如今息宛恢复了县主的身份,又对当今陛下有救命之恩,谁还能怠慢息宛?
也就祁非这个二货。
但凡这家伙不是皮囊生得好些,出身高贵了些,这男主怕也轮不到他当。
不过,乔追月脑海里此刻浮现出的那个少年,倒是比祁非还要俊美几分。
也不知道宁绝怎么样了。
乔追月出神的片刻,息宛已经举着喜称杆追着祁非满屋子跑。
“你这毒妇!胆敢中伤皇子,本殿今夜便要杀了你!”一把扶着要倒向乔追月的屏风,祁非气不打一处来,冲着息宛怒吼。

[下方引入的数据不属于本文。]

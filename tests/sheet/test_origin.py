"""The mark on whatever rests on simulated recordings."""

from __future__ import annotations

from pathlib import Path

from fieldkit.capture.setup import ChannelSetup
from fieldkit.capture.sidecar import RecordingInfo, sidecar_path, write_info
from fieldkit.job.document import RecordingEntry
from fieldkit.sheet.origin import marked


def entry(path: Path, *, simulated: bool) -> RecordingEntry:
    info = RecordingInfo("rig", 8000, (ChannelSetup(),), "2026-01-01T08:00:00", simulated)
    write_info(path, info)
    return RecordingEntry(path, "tap", "tapped")


def test_one_simulated_recording_marks_the_whole_answer(tmp_path: Path) -> None:
    """Named once, however many channels of it a job uses."""
    real = entry(tmp_path / "real.wav", simulated=False)
    made = entry(tmp_path / "made.wav", simulated=True)
    document, lines = marked({"modes": []}, ["Modes"], [real, made, made])
    assert document == {"modes": [], "simulated": True}
    assert lines[0].startswith("! SIMULATED: made.wav came from the practice rig")
    assert lines[-1] == "Modes"


def test_measured_recordings_carry_no_mark(tmp_path: Path) -> None:
    """Nor does one without a sidecar, or with a damaged one, which its reader is told of."""
    real = entry(tmp_path / "real.wav", simulated=False)
    bare = RecordingEntry(tmp_path / "bare.wav", "tap", "tapped")
    broken = RecordingEntry(tmp_path / "broken.wav", "tap", "tapped")
    sidecar_path(broken.path).write_text("?", "utf-8")
    answer = marked({}, ["Modes"], [real, bare, broken])
    assert answer == ({"simulated": False}, ["Modes"])
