import { type AnswerOf } from '../../core/http/route';
import { type Context } from '../../core/context';
import { ticketName } from '../statements/document-names';
import { workedOnColumn } from '../visits/job-reference';

export type TicketItem = AnswerOf<'tickets.list'>['items'][number];

export interface TicketRow {
  id: string;
  number: number;
  visitId: string;
  visitNumber: number;
  storeId: string;
  storeName: string;
  clientId: string;
  clientName: string;
  workedOn: string;
  signedOffOn: string;
  signedOffAt: Date;
  signedOffBy: string | null;
  receivedBy: string | null;
  editionId: string;
  editionNumber: number | null;
  currency: string;
  list: number;
  net: number;
  tax: number;
  total: number;
  borneByShop: number;
  ownCost: number;
  absorbedPosted: boolean;
}

export const ticketFrom = `tickets t
  join visits v on v.shop_id = t.shop_id and v.id = t.visit_id
  join stores s on s.shop_id = t.shop_id and s.id = t.store_id
  join clients c on c.shop_id = t.shop_id and c.id = t.client_id`;

/** Editions and crew are the shop's own: people of a client find nothing there. */
export const ticketSelect = `select t.id, t.number, v.id as "visitId", v.number as "visitNumber",
    s.id as "storeId", s.name as "storeName", c.id as "clientId", c.name as "clientName",
    ${workedOnColumn('v', 'h')}::text as "workedOn", t.signed_off_on as "signedOffOn",
    t.signed_off_at as "signedOffAt", v.received_by as "receivedBy",
    (select m.name from memberships m where m.shop_id = t.shop_id and m.user_id = t.signed_off_by
     order by m.ended_at is not null limit 1) as "signedOffBy",
    t.edition_id as "editionId", e.number as "editionNumber", t.currency, t.list, t.net, t.tax,
    t.total, t.borne_by_shop as "borneByShop", t.own_cost as "ownCost",
    t.own_cost = 0 or exists (select 1 from entries p where p.shop_id = t.shop_id
      and p.document_kind = 'absorbed' and p.document_id = t.id) as "absorbedPosted"
  from ${ticketFrom} join shops h on h.id = t.shop_id
  left join editions e on e.shop_id = t.shop_id and e.id = t.edition_id`;

export function presentTicket(context: Context, row: TicketRow): TicketItem {
  return {
    id: row.id,
    number: row.number,
    name: ticketName(row.number),
    visitId: row.visitId,
    visitNumber: row.visitNumber,
    store: { id: row.storeId, name: row.storeName },
    client: { id: row.clientId, name: row.clientName },
    workedOn: row.workedOn,
    signedOffOn: row.signedOffOn,
    currency: row.currency,
    list: row.list,
    net: row.net,
    tax: row.tax,
    total: row.total,
    borneByShop: row.borneByShop,
    ownCost: context.clientId === null ? row.ownCost : null,
  };
}
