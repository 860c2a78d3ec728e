import { type Route } from './core/http/route';

/** Every route of the API, a line a feature. */
export const routes: Route[] = [];
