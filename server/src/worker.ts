import { createServer } from 'node:http';
import express from 'express';
import { readConfig } from './core/config';
import { whenDatabaseAnswers } from './core/database/away';
import { health } from './core/http/health';
import { serveMetrics } from './core/http/metrics';
import { jobs } from './core/jobs/boss';
import { startWork } from './core/jobs/work';
import { createLog } from './core/logging';
import { closeOnSignal, openServices } from './core/process';
import { jobHandlers } from './jobs';

/** The worker process: works the job queues and wakes the sweep every minute. */
async function main(): Promise<void> {
  const config = readConfig();
  const log = createLog(config.logLevel, 'worker');
  const closeServices = await openServices(config, log, 'worker');
  const app = express();
  app.use(health());
  app.get('/metrics', serveMetrics());
  const server = createServer(app).listen(config.workerPort, config.host);
  await whenDatabaseAnswers(log, () => jobs().schedule('sweep', '* * * * *', {}));
  await startWork(jobHandlers, { config, log });
  // Whatever fell due while no worker ran is found now, not in up to a minute.
  await whenDatabaseAnswers(log, () => jobs().send('sweep', {}, { singletonKey: 'sweep' }));
  log.info('worker ready');
  closeOnSignal(log, async () => {
    server.close();
    await closeServices();
  });
}

// pg-boss reports a job's end in the background; when the database is gone at that moment the job is
// simply worked again, so the process must not end over it.
process.on('unhandledRejection', (reason) => {
  process.stderr.write(
    `${JSON.stringify({ level: 40, msg: 'unhandled', reason: String(reason) })}\n`,
  );
});

main().catch((error: unknown) => {
  process.stderr.write(`${error instanceof Error ? error.stack : String(error)}\n`);
  process.exit(1);
});
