import { effect, inject } from '@angular/core';
import { ActivatedRoute, Router } from '@angular/router';

type Filters = Readonly<Record<string, string>>;

/**
 * The filters a list begins with: those of the address, so that a link can lead to a narrowed list.
 * Call it where injection is possible.
 */
export function filtersFromAddress<F extends Filters>(any: F): F {
  const { queryParamMap } = inject(ActivatedRoute).snapshot;
  const found = Object.keys(any).map((name) => [name, queryParamMap.get(name) ?? any[name]]);
  return Object.fromEntries(found) as F;
}

/** Writes the filters into the address, so that the way back leads to the same narrowed list. */
export function keepInAddress(list: { filters(): Filters }): void {
  const route = inject(ActivatedRoute);
  const router = inject(Router);
  effect(() => {
    const entries = Object.entries(list.filters());
    const { queryParamMap } = route.snapshot;
    if (entries.every(([name, value]) => (queryParamMap.get(name) ?? '') === value)) return;
    const queryParams = Object.fromEntries(entries.map(([name, value]) => [name, value || null]));
    void router.navigate([], {
      relativeTo: route,
      queryParams,
      queryParamsHandling: 'merge',
      replaceUrl: true,
    });
  });
}
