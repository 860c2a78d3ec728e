import { inject, Injectable } from '@angular/core';
import { type AnswerOf, type BodyOf, type QueryOf } from '@lib/contracts/web';
import { Api } from '../../core/api/api';

export type Rulings = AnswerOf<'rulings.show'>;
export type RulingJob = Rulings['jobs'][number];
export type RulingLine = RulingJob['lines'][number];
export type WaitingVisit = AnswerOf<'rulings.waiting'>['items'][number];

@Injectable({ providedIn: 'root' })
export class RulingsApi {
  readonly #api = inject(Api);

  waiting(query: QueryOf<'rulings.waiting'>) {
    return this.#api.call('rulings.waiting', { query });
  }

  show(visitId: string) {
    return this.#api.call('rulings.show', { params: { visitId } });
  }

  confirm(visitId: string, body: BodyOf<'rulings.confirm'>, key: string) {
    return this.#api.call('rulings.confirm', { params: { visitId }, body, key });
  }

  overrule(visitId: string, body: BodyOf<'rulings.overrule'>, key: string) {
    return this.#api.call('rulings.overrule', { params: { visitId }, body, key });
  }
}
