import { type Routes } from '@angular/router';
import { keepsChanges } from '../../core/forms/unsaved-changes';

export const rulingsRoutes: Routes = [
  {
    path: '',
    title: 'Rulings',
    loadComponent: () => import('./waiting-list').then((m) => m.WaitingList),
  },
  {
    path: ':visitId',
    title: 'Ruling',
    canDeactivate: [keepsChanges],
    loadComponent: () => import('./ruling-page').then((m) => m.RulingPage),
  },
];
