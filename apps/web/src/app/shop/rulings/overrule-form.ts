import { ChangeDetectionStrategy, Component, computed, inject, input, output } from '@angular/core';
import { NonNullableFormBuilder, ReactiveFormsModule, Validators } from '@angular/forms';
import { MatButton } from '@angular/material/button';
import { type Bearer } from '@lib/contracts/web';
import { ChoiceChips, FormNotes, WordsField } from '@lib/ui';
import { isProblem } from '../../core/api/problem';
import { OpenForms } from '../../core/forms/open-forms';
import { rulesFor } from '../../core/forms/rules-for';
import { submission, type Submission } from '../../core/forms/submission';
import { type RulingGroup } from './ruling-groups';
import { type Rulings, RulingsApi } from './rulings-api';

/** The owner decides otherwise than the rules propose, and says why for whoever asks later. */
@Component({
  selector: 'tw-overrule-form',
  imports: [ChoiceChips, FormNotes, MatButton, ReactiveFormsModule, WordsField],
  changeDetection: ChangeDetectionStrategy.OnPush,
  template: `
    <form class="tw-form" novalidate [formGroup]="form" (ngSubmit)="saving.submit()">
      <tw-form-notes [notes]="saving.notes()" />
      <tw-choices legend="Who bears it instead" formControlName="bearer" [choices]="bearers()" />
      @if (form.controls.bearer.touched && form.controls.bearer.invalid) {
        <p class="problem" role="alert">Choose who bears it.</p>
      }
      <tw-words-field
        label="Why"
        hint="Stands on the ticket for the shop, beside the rules’ own reasons."
        [rows]="2"
        [control]="form.controls.why"
      />
      <div class="actions">
        <button matButton="filled" type="submit" [disabled]="saving.busy()" disabledInteractive>
          Decide so
        </button>
        <button matButton="outlined" type="button" (click)="closed.emit()">Cancel</button>
      </div>
    </form>
  `,
  styles: `
    .problem {
      margin: 0;
      color: var(--tw-alarm);
    }
  `,
})
export class OverruleForm {
  readonly #api = inject(RulingsApi);
  readonly visitId = input.required<string>();
  readonly group = input.required<RulingGroup>();
  readonly decided = output<Rulings>();
  /** The work was changed meanwhile: what was looked at must be looked at again. */
  readonly outdated = output<void>();
  readonly closed = output<void>();

  protected readonly bearers = computed(() =>
    this.group()
      .outcomes.map(({ bearer }) => bearer)
      .filter((bearer) => bearer !== this.group().bearer || this.group().waiting)
      .map((bearer) => ({ value: bearer, label: bearer })),
  );
  protected readonly form = inject(NonNullableFormBuilder).group({
    bearer: [null as Bearer | null, Validators.required],
    why: ['', rulesFor('rulings.overrule', 'why')],
  });
  protected readonly saving: Submission<Rulings> = submission(
    this.form,
    (key) => {
      const { bearer, why } = this.form.getRawValue();
      const lines = this.group().lines.map(({ lineKey, basis }) => ({ lineKey, basis }));
      return this.#api.overrule(this.visitId(), { lines, bearer: bearer as Bearer, why }, key);
    },
    {
      done: (rulings) => this.decided.emit(rulings),
      refused: (problem) => {
        if (isProblem(problem, 'conflict')) this.outdated.emit();
        return false;
      },
    },
  );

  constructor() {
    inject(OpenForms).follow(this.form);
  }
}
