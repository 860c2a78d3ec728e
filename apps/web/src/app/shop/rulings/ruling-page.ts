import {
  ChangeDetectionStrategy,
  Component,
  computed,
  effect,
  inject,
  input,
  linkedSignal,
} from '@angular/core';
import { rxResource } from '@angular/core/rxjs-interop';
import { MatButton } from '@angular/material/button';
import { RouterLink } from '@angular/router';
import {
  BearerLabel,
  counted,
  dayText,
  LoadNote,
  MoneyText,
  PageHead,
  Reading,
  wordFor,
} from '@lib/ui';
import { OpenForms } from '../../core/forms/open-forms';
import { type HasChanges, warnBeforeUnload } from '../../core/forms/unsaved-changes';
import { reloadOn } from '../../core/live/reload-on';
import { Messages } from '../../core/messages/messages';
import { Titles } from '../../core/navigation/titles';
import { Session } from '../../core/session/session';
import { moneySign } from '../money/money-sign';
import { RulingCard } from './ruling-card';
import { nextToDecide, progressWords, type RulingGroup, rulingGroups } from './ruling-groups';
import { type Rulings, RulingsApi } from './rulings-api';

/** Who bears the lines of a visit: one decision after the other, then the next visit. */
@Component({
  selector: 'tw-ruling-page',
  imports: [BearerLabel, LoadNote, MatButton, MoneyText, PageHead, RouterLink, RulingCard],
  providers: [OpenForms],
  changeDetection: ChangeDetectionStrategy.OnPush,
  templateUrl: './ruling-page.html',
  styleUrl: './ruling-page.scss',
})
export class RulingPage implements HasChanges {
  readonly #api = inject(RulingsApi);
  readonly #forms = inject(OpenForms);
  readonly #messages = inject(Messages);
  readonly #reading = inject(Reading);
  readonly #titles = inject(Titles);
  protected readonly session = inject(Session);
  protected readonly sign = moneySign();

  readonly visitId = input.required<string>();
  protected readonly rulings = rxResource({
    params: () => this.visitId(),
    stream: ({ params }) => this.#api.show(params),
  });
  /** The next visit with something to decide, asked for anew whenever something was decided. */
  protected readonly others = rxResource({
    params: () => (this.rulings.hasValue() ? this.rulings.value().waiting : undefined),
    stream: () => this.#api.waiting({ limit: 2 }),
  });
  protected readonly groups = computed(() =>
    this.rulings.hasValue() ? rulingGroups(this.rulings.value().jobs) : [],
  );
  /** Which group is looked at: the chosen one, else the next to decide, else the first. */
  readonly #chosen = linkedSignal<string, string | undefined>({
    source: () => this.visitId(),
    computation: () => undefined,
  });
  protected readonly shown = computed(
    () =>
      this.groups().find(({ key }) => key === this.#chosen()) ??
      nextToDecide(this.groups()) ??
      this.groups()[0],
  );
  protected readonly progress = computed(() => {
    const group = this.shown();
    return group ? progressWords(this.groups(), group) : '';
  });
  protected readonly next = computed(() =>
    this.others.hasValue()
      ? this.others.value().items.find(({ visitId }) => visitId !== this.visitId())
      : undefined,
  );
  protected readonly counted = counted;

  constructor() {
    warnBeforeUnload(() => this.hasChanges());
    reloadOn(this.rulings, 'ruling', 'visit', 'ticket');
    effect(() => {
      if (this.rulings.hasValue()) {
        this.#titles.name(`Ruling on visit ${this.rulings.value().visit.number}`);
      }
    });
  }

  hasChanges(): boolean {
    return this.#forms.hasChanges();
  }

  protected heading({ visit }: Rulings): string {
    return `Visit ${visit.number}: ${visit.store.name}`;
  }

  protected sub({ visit }: Rulings): string {
    const day = dayText(visit.on, this.#reading.locale());
    return [day, visit.tech, visit.client.name].filter(Boolean).join(', ');
  }

  protected look(group: RulingGroup): void {
    this.#chosen.set(group.key);
  }

  protected workOf({ job }: RulingGroup): string {
    return job.category ?? job.finding ?? (job.symptom ? wordFor(job.symptom) : '');
  }

  protected chargedOf(group: RulingGroup): number {
    return group.lines.reduce((sum, line) => sum + (line.bearer === 'store' ? line.list : 0), 0);
  }

  protected decided(rulings: Rulings): void {
    this.rulings.set(rulings);
    this.#chosen.set(undefined);
    this.#messages.say(
      rulings.waiting
        ? `Decided. ${counted(rulings.waiting, 'line')} of this visit left.`
        : `Decided. Everything on visit ${rulings.visit.number} is settled.`,
    );
  }
}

不是……祁非口中的这声毒妇,骂的是息宛?场面太过混乱,乔追月疑心自个儿听岔了。
息宛冷着脸,加快脚步追上前,挥动着喜称杆,单手扶着腰,气喘吁吁:“好啊,今夜,不是你死,就是我活!”
乔追月不再犹豫,拦在了息宛身前,挡住了祁非劈手而来的长剑。
拜托,大哥,她才是毒妇本妇,能不能尊重一下她?
“息宛,你总算承认了,你我的婚事,便是你一手策划,好一个心思叵测的毒妇!你但凡有阿月半分善良,本殿至少还能与你相敬如宾!”
祁非收剑回鞘,一把将乔追月重新拥入怀中,瞪着她身后的息宛,拔高了嗓音怒斥。
息宛撇唇,“你从来都不曾信过我,要说算计,又有何人能算得过你呢?”
话音未落,息宛大步冲上前,拽着祁非的长剑剑柄。
长剑重新出鞘,一阵亮光刺痛了乔追月的眼。